There are many kinds of organic fertilizers on the market. If you don’t have a favorite, ask you’re the garden center where you rent your fertilizer spreader for a recommendation.
Yes, it’s critical to use a mechanical fertilizer spreader, at least the first time: this will enable you to calibrate your equipment to apply just the right amount of fertilizer.
- The best times to fertilize your soil is following aeration, either in the spring or in the fall.
- Apply your organic fertilizer three times for the best results.
Caring For Your Grass
Like all plants, grasses are adapted to particular climates and conditions. You may love the look of Bermuda grass, but if you live in a shady spot in the northeast, this is not the lawn grass for you: Bermuda grass thins quickly in shade and quickly grows dormant when the temperature starts to cool in the fall.
- Pick a grass seed that’s locally adapted to your region and your growing conditions.

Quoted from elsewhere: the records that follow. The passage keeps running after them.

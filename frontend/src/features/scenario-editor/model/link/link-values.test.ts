import { describe, expect, test } from 'vitest';
import { valueAt, withValueAt } from './link-values.ts';

describe('valueAt', () => {
  test('reads what stands at a dotted key, and nothing where nothing does', () => {
    expect(valueAt({ crystal: { startUpS: 0.001 } }, 'crystal.startUpS')).toBe(0.001);
    expect(valueAt({ phy: 'oqpsk-2450' }, 'phy.bitRateBps')).toBeUndefined();
    expect(valueAt(undefined, 'phy')).toBeUndefined();
  });
});

describe('withValueAt', () => {
  test('makes the objects that a dotted key leads through', () => {
    expect(withValueAt({}, 'crystal.pulling.loadCapacitanceF', 9e-12)).toEqual({
      crystal: { pulling: { loadCapacitanceF: 9e-12 } },
    });
  });

  test('takes a key away together with objects that are then empty', () => {
    const link = { frame: { securityLevel: 5 }, macMinBE: 3 };
    expect(withValueAt(link, 'frame.securityLevel', undefined)).toEqual({ macMinBE: 3 });
    expect(withValueAt(link, 'frame.keyIdMode', undefined)).toBe(link);
  });

  test('gives the same object where nothing changes', () => {
    const link = { frame: { securityLevel: 5 } };
    expect(withValueAt(link, 'frame.securityLevel', 5)).toBe(link);
  });
});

- Grass seeds germinate best when they’re in contact with the soil. Spread a quarter of an inch of organic compost over your newly seeded lawn to facilitate soil contact and enrich your soil.
- Water in small amounts three or four times a day to keep the soil moist while your grass seedlings are germinating. The thicker your lawn, the less room there will be for weeds to push through. If your lawn begins to show signs of thinning, reseed using half the amount of seed you used to start the lawn.
Once your lawn begins to grow, cut back on using the hose. A good soaking encourages your grass to develop deep, healthy root systems; overwatering, however, can encourages fungal growth and shallow roots that predispose your grass to injury and disease.
- Thorough but infrequent waterings produce the best results.
If you’re a lover of close-cropped lawns, you may need to accustom yourself to a new standard: natural lawns are healthiest when they’re between three and four inches tall with one exception – later in the growing season just before your lawn becomes dormant for the Winter, cut it back to two inches to discourage mold from building up during the colder months.
With a little care and attention, you can have a healthy, great looking lawn that is not any kind of threat to the enviornment – so everybody wins!